Miscellaneous servers

Historically, we used per-datacenter naming schemes for any one-off or single host. This included any software that wasn't load balanced across multiple machines, or general task machines that could cluster (to an extent) but required opsen work to do so.

Instead of being named for their purpose, these hosts were named according to a naming convention for their datacenter:

  • Hosts in eqiad were named for chemical elements, in order of increasing atomic number.
  • Hosts in codfw were named for stars. Stars in the Orion constellation were reserved for fundraising (Alnilam, Alnitak, Bellatrix, Betelgeuse, Heka, Meissa, Mintaka, Nair Al Saif, Rigel, Saiph, Tabit, Thabit).
  • Hosts in esams or knams were named for notable Dutch people.
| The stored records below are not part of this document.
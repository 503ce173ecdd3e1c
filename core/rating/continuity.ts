import type { Rating, RatingSegment } from './types';
import { requireFinite, validateRating } from './validate';

/** Relative jump at a breakpoint above which ratingContinuity warns: 1 %. */
export const CONTINUITY_TOLERANCE = 0.01;

/** Discharge at one breakpoint from the segment below and the one above (m³/s), and the jump in percent. */
export interface BreakpointCheck {
  stage_m: number;
  below_m3s: number;
  above_m3s: number;
  /** 100·(above − below)/below; Infinity when the segment below gives no flow there. */
  jump_pct: number;
}

/** Checks every breakpoint of a rating for a jump larger than 1 %; one warning sentence per jump. */
export function ratingContinuity(rating: Rating): { breakpoints: BreakpointCheck[]; warnings: string[] } {
  validateRating('ratingContinuity', rating);
  const segments = rating.segments;
  const breakpoints: BreakpointCheck[] = [];
  const warnings: string[] = [];
  for (let i = 1; i < segments.length; i++) {
    const lower = segments[i - 1];
    const upper = segments[i];
    const h = upper.fromStage_m;
    const below = h > lower.offset_m ? lower.coefficient * Math.pow(h - lower.offset_m, lower.exponent) : 0;
    const above = upper.coefficient * Math.pow(h - upper.offset_m, upper.exponent);
    const jump_pct = below > 0 ? (100 * (above - below)) / below : Infinity;
    breakpoints.push({ stage_m: h, below_m3s: below, above_m3s: above, jump_pct });
    if (below === 0) {
      warnings.push(
        `At the breakpoint ${h} m segment ${i - 1} gives no flow while segment ${i} gives ${above.toPrecision(4)} m³/s; the segments do not meet.`,
      );
    } else if (Math.abs(above - below) > CONTINUITY_TOLERANCE * below) {
      warnings.push(
        `At the breakpoint ${h} m the discharge jumps by ${jump_pct.toFixed(2)} % (from ${below.toPrecision(4)} to ${above.toPrecision(4)} m³/s), more than ${100 * CONTINUITY_TOLERANCE} %.`,
      );
    }
  }
  return { breakpoints, warnings };
}

/**
 * The coefficient that makes a segment with the given offset (m) and exponent meet `lower` at the
 * breakpoint breakpoint_m (m): C2 = C1·(h_b − e1)^b1 / (h_b − e2)^b2.
 */
export function continuousCoefficient(lower: RatingSegment, offset_m: number, exponent: number, breakpoint_m: number): number {
  requireFinite('continuousCoefficient', 'offset_m', offset_m);
  requireFinite('continuousCoefficient', 'exponent', exponent);
  requireFinite('continuousCoefficient', 'breakpoint_m', breakpoint_m);
  validateRating('continuousCoefficient', { segments: [lower] });
  if (!(breakpoint_m > lower.offset_m) || !(breakpoint_m > offset_m)) {
    throw new RangeError(
      `continuousCoefficient needs the breakpoint above both offsets; got breakpoint ${breakpoint_m} m, offsets ${lower.offset_m} m and ${offset_m} m`,
    );
  }
  if (!(exponent > 0)) throw new RangeError(`continuousCoefficient needs an exponent > 0; got ${exponent}`);
  return (lower.coefficient * Math.pow(breakpoint_m - lower.offset_m, lower.exponent)) / Math.pow(breakpoint_m - offset_m, exponent);
}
These naming schemes are deprecated in favour of specialized cluster names above. Even if you're certain that the foobar service will only ever use a single host, you should name that host "foobar1001" (or 2001, 3001, etc. as appropriate to the datacenter).

One-off names were easy to come up with—especially for machines that did more than one kind of thing, where it's hard to identify a single descriptive name—but they were also opaque. Engineers had to know that the eqiad MediaWiki maintenance host was "terbium" and the codfw package-build host was "deneb." Naming these machines "mwmaint1001" and "build2001" is easier for sleepy oncallers to remember in an emergency, and friendlier to new hires who have to learn all the names at once.

Some older hosts in production still use these naming schemes, but new hosts should not use them.